Purpose. The primary goal of this trial was to evaluate the clinical activity and the toxicity of a combination of cisplatin and carboplatin for women with advanced-stage epithelial ovarian cancer. Patients and methods. Fifty-one consecutive evaluable patients with untreated stage III and IV epithelial ovarian cancer received 360 mg/m(2) carboplatin on Day 1 and 50 mg/m2 cisplatin on Day 2 administered intravenously every 28 days for six cycles. Drug doses were adjusted for hematologic toxicity based on nadir counts during the prior therapy course, Dose levels included 300-400 mg/m(2) carboplatin and 50-75 mg/m(2) cisplatin. Second-look surgery was optional. Endpoints were clinical response, surgical response, progression-free survival, and survival. Results. Of 8 patients with measurable disease, 3 (37.5%) had a clinical compete response, and 3 (37.5%) had a clinical partial response, for an overall clinical response rate of 75%. Of 39 patients who began chemotherapy with abnormal serum levels of CA 125, 31 (79%) achieved normalization of CA 125 at the completion of chemotherapy, Thirteen patients underwent second-look laparotomy.

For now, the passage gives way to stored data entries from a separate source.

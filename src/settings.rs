//! Every user-facing setting, defined once. Each option group is one struct
//! whose fields carry the name, type and documentation used by the command
//! line (`--help`), the config file reader and the generated list of config
//! keys. All fields are optional so that a config file can be overlaid by
//! command-line values; defaults are applied in one place, when a group is
//! resolved into the plain settings the library stages take.
//!
//! Validation happens here, without I/O, before anything is read or fitted.

use std::collections::HashSet;
use std::path::{Path, PathBuf};

use clap::Args;
use serde::Deserialize;

use crate::fitting::fit::{FitSettings, PriorSpec};
use crate::fitting::schedule::SamplerChoice;
use crate::ingest::read::{InputFormat, ReadOptions};
use crate::ingest::tokenize::{self, TokenizerSettings};
use crate::ingest::vocab::PruneRules;

/// A value the user gave that cannot be used.
#[derive(Debug, thiserror::Error)]
pub enum SettingsError {
    #[error("{key}: {message}")]
    Invalid { key: &'static str, message: String },
    #[error("{path}:{line}: {message}")]
    InFile {
        path: PathBuf,
        line: usize,
        message: String,
    },
    #[error("{path}: {message}")]
    File { path: PathBuf, message: String },
}

fn invalid(key: &'static str, message: impl Into<String>) -> SettingsError {
    SettingsError::Invalid {
        key,
        message: message.into(),
    }
}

Of these, 7 (54%) had a pathological compete response, and 2 (15%) had a partial response. The median progression-free survival was 14 months, and the overall median survival was 32.5 months. Neutropenia and thrombocytopenia were the main dose-limiting toxicities, In addition, 9 patients developed grade 2 and 3 developed grade 3 ototoxicity. Conclusion. This regimen is very active against advanced-stage epithelial ovarian cancer, The degree of ototoxicity observed is worrisome, but such toxicity may be ameliorated by limiting the dose of cisplatin and increasing the dose of carboplatin. (C) 1995 Academic Press, Inc.